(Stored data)
· · · · ·
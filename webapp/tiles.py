"""A caching proxy for the map tiles the rep actually looks at: no prefetch, HTTP expiry kept.

Mount with ``app.register_blueprint(tiles_bp)``; tiles appear at ``/tiles/<z>/<x>/<y>.png``
(the XYZ "slippy map" scheme). Config keys:

- ``TILE_UPSTREAM``: URL template with {z}, {x}, {y}; None (default) turns tiles off. For real
  use: ``OSM_TILE_TEMPLATE`` (https://tile.openstreetmap.org/{z}/{x}/{y}.png).
- ``TILE_CACHE_DIR``: folder of the cache (default ``<instance>/tiles``).
- ``TILE_CACHE_MAX_BYTES``: cap on cached tile bytes, least recently served evicted first.
- ``TILE_CONTACT``: an e-mail or URL put in the User-Agent; ``TILE_USER_AGENT`` replaces it all.
- ``TILE_TIMEOUT_S``: how long to wait for the upstream server.
- ``TILE_ATTRIBUTION``: the credit line the map shows for these tiles.

A stored tile is fresh for its HTTP lifetime (RFC 9111 §4.2.1), never less than 7 days; a stale
one is revalidated with If-None-Match / If-Modified-Since, and served marked stale when the
upstream server cannot be reached.
"""

from __future__ import annotations

import email.utils
import math
import os
import sqlite3
import threading
import time
import urllib.error
import urllib.request
from contextlib import closing
from dataclasses import dataclass
from pathlib import Path

from flask import Blueprint, current_app, jsonify, make_response

__all__ = [
    "tiles_bp",
    "TileCache",
    "CachedTile",
    "freshness_lifetime_s",
    "tile_map_settings",
    "user_agent",
    "OSM_TILE_TEMPLATE",
    "OSM_ATTRIBUTION",
    "MAX_ZOOM",
    "MIN_FRESH_S",
    "DEFAULT_CACHE_MAX_BYTES",
    "DEFAULT_USER_AGENT",
    "CACHE_STATUS_HEADER",
]

# OSMF Tile Usage Policy, https://operations.osmfoundation.org/policies/tiles/ ("Usage").
OSM_TILE_TEMPLATE = "https://tile.openstreetmap.org/{z}/{x}/{y}.png"
# OSMF Attribution Guidelines: credit "© OpenStreetMap contributors" on the map.
OSM_ATTRIBUTION = "© OpenStreetMap contributors"
MAX_ZOOM = 19  # highest zoom of tile.openstreetmap.org (from memory); x, y in 0..2**z - 1 (XYZ)
MIN_FRESH_S = 7 * 24 * 3600  # project rule: keep a tile at least 7 days, whatever it says
DEFAULT_CACHE_MAX_BYTES = 200 * 1024 * 1024
DEFAULT_TIMEOUT_S = 5.0
MAX_TILE_BYTES = 1024 * 1024  # a 256 px PNG tile is far smaller (common practice, no source)
UPSTREAM_CONNECTIONS = 2  # at most two fetches at once (older OSM policy text, from memory)
STALE_MAX_AGE_S = 60  # let the phone ask again soon for a tile served stale
DEFAULT_USER_AGENT = "Rondo/0.1 (+local visit planner; contact: set TILE_CONTACT)"
CACHE_STATUS_HEADER = "X-Tile-Cache"  # hit | miss | revalidated | stale

_SCHEMA = """
CREATE TABLE IF NOT EXISTS tiles (
    source TEXT NOT NULL,
    z INTEGER NOT NULL,
    x INTEGER NOT NULL,
    y INTEGER NOT NULL,
    data BLOB NOT NULL,
    content_type TEXT NOT NULL,
    size_bytes INTEGER NOT NULL,
    fetched_at_s REAL NOT NULL,
    expires_at_s REAL NOT NULL,
    accessed_at_s REAL NOT NULL,
    etag TEXT,
    last_modified TEXT,
    PRIMARY KEY (source, z, x, y)
);
CREATE INDEX IF NOT EXISTS tiles_by_access ON tiles (accessed_at_s);
"""

tiles_bp = Blueprint("tiles", __name__, url_prefix="/tiles")
_upstream_slots = threading.BoundedSemaphore(UPSTREAM_CONNECTIONS)
_schema_lock = threading.Lock()
_schema_ready: set[str] = set()


def _now_s() -> float:
    """Wall-clock seconds; the one clock of this module (tests move it)."""
    return time.time()


@dataclass(frozen=True)
class CachedTile:
    """One stored tile and what its HTTP headers said about it."""

    data: bytes
    content_type: str
    fetched_at_s: float
    expires_at_s: float
    etag: str | None
    last_modified: str | None


class TileCache:
    """Tiles in one SQLite file under ``directory``, at most ``max_bytes`` of tile data."""

    def __init__(self, directory: str | os.PathLike, max_bytes: int):
        self.path = Path(directory) / "tiles.sqlite3"
        self.max_bytes = max_bytes
        with _schema_lock:
            if str(self.path) not in _schema_ready or not self.path.exists():
                self.path.parent.mkdir(parents=True, exist_ok=True)
                with closing(self._connect()) as conn:
                    conn.execute("PRAGMA auto_vacuum = INCREMENTAL")  # before the first table
                    conn.executescript(_SCHEMA)
                _schema_ready.add(str(self.path))

    def _connect(self) -> sqlite3.Connection:
        conn = sqlite3.connect(self.path, timeout=10, isolation_level=None)
        conn.execute("PRAGMA journal_mode = WAL")
        return conn

    def get(self, source: str, z: int, x: int, y: int) -> CachedTile | None:
        """The stored tile, fresh or not, or None."""
        with closing(self._connect()) as conn:
            row = conn.execute(
                "SELECT data, content_type, fetched_at_s, expires_at_s, etag, last_modified "
                "FROM tiles WHERE source = ? AND z = ? AND x = ? AND y = ?",
                (source, z, x, y)).fetchone()
        return None if row is None else CachedTile(bytes(row[0]), *row[1:])

    def touch(self, source: str, z: int, x: int, y: int, *, now_s: float) -> None:
        """Record that the tile was served now (the eviction order)."""
        with closing(self._connect()) as conn:
            conn.execute("UPDATE tiles SET accessed_at_s = ? WHERE source = ? AND z = ? AND "
                         "x = ? AND y = ?", (now_s, source, z, x, y))

    def refresh(self, source: str, z: int, x: int, y: int, *, expires_at_s: float,
                etag: str | None, last_modified: str | None, now_s: float) -> None:
        """A revalidated tile: new expiry and validators, same bytes (RFC 9111 §4.3.4)."""
        with closing(self._connect()) as conn:
            conn.execute(
                "UPDATE tiles SET expires_at_s = ?, fetched_at_s = ?, accessed_at_s = ?, "
                "etag = COALESCE(?, etag), last_modified = COALESCE(?, last_modified) "
                "WHERE source = ? AND z = ? AND x = ? AND y = ?",
                (expires_at_s, now_s, now_s, etag, last_modified, source, z, x, y))

    def put(self, source: str, z: int, x: int, y: int, tile: CachedTile, *,
            now_s: float) -> bool:
        """Store ``tile``, evicting least recently served tiles to stay under the cap.

        Returns False (and stores nothing) for a tile larger than the whole cap.
        """
        size = len(tile.data)
        if size > self.max_bytes:
            return False
        with closing(self._connect()) as conn:
            conn.execute("BEGIN IMMEDIATE")
            try:
                conn.execute("DELETE FROM tiles WHERE source = ? AND z = ? AND x = ? AND y = ?",
                             (source, z, x, y))
                total = conn.execute("SELECT COALESCE(SUM(size_bytes), 0) FROM tiles").fetchone()
                excess = total[0] + size - self.max_bytes
                if excess > 0:
                    victims = []
                    for rowid, victim_size in conn.execute(
                            "SELECT rowid, size_bytes FROM tiles ORDER BY accessed_at_s, rowid"):
                        victims.append((rowid,))
                        excess -= victim_size
                        if excess <= 0:
                            break
                    conn.executemany("DELETE FROM tiles WHERE rowid = ?", victims)
                conn.execute(
                    "INSERT INTO tiles (source, z, x, y, data, content_type, size_bytes, "
                    "fetched_at_s, expires_at_s, accessed_at_s, etag, last_modified) "
                    "VALUES (?, ?, ?, ?, ?, ?, ?, ?, ?, ?, ?, ?)",
                    (source, z, x, y, tile.data, tile.content_type, size, tile.fetched_at_s,
                     tile.expires_at_s, now_s, tile.etag, tile.last_modified))
                conn.execute("COMMIT")
            except BaseException:
                conn.execute("ROLLBACK")
                raise
            conn.execute("PRAGMA incremental_vacuum")
        return True

    def total_bytes(self) -> int:
        """Bytes of tile data stored."""
        with closing(self._connect()) as conn:
            return conn.execute("SELECT COALESCE(SUM(size_bytes), 0) FROM tiles").fetchone()[0]

    def count(self) -> int:
        """Number of tiles stored."""
        with closing(self._connect()) as conn:
            return conn.execute("SELECT COUNT(*) FROM tiles").fetchone()[0]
· · · · ·
▸ Activity
Using the data above, report the number of lines that contain the string "days", and only that number.

▸ Answer to this task
2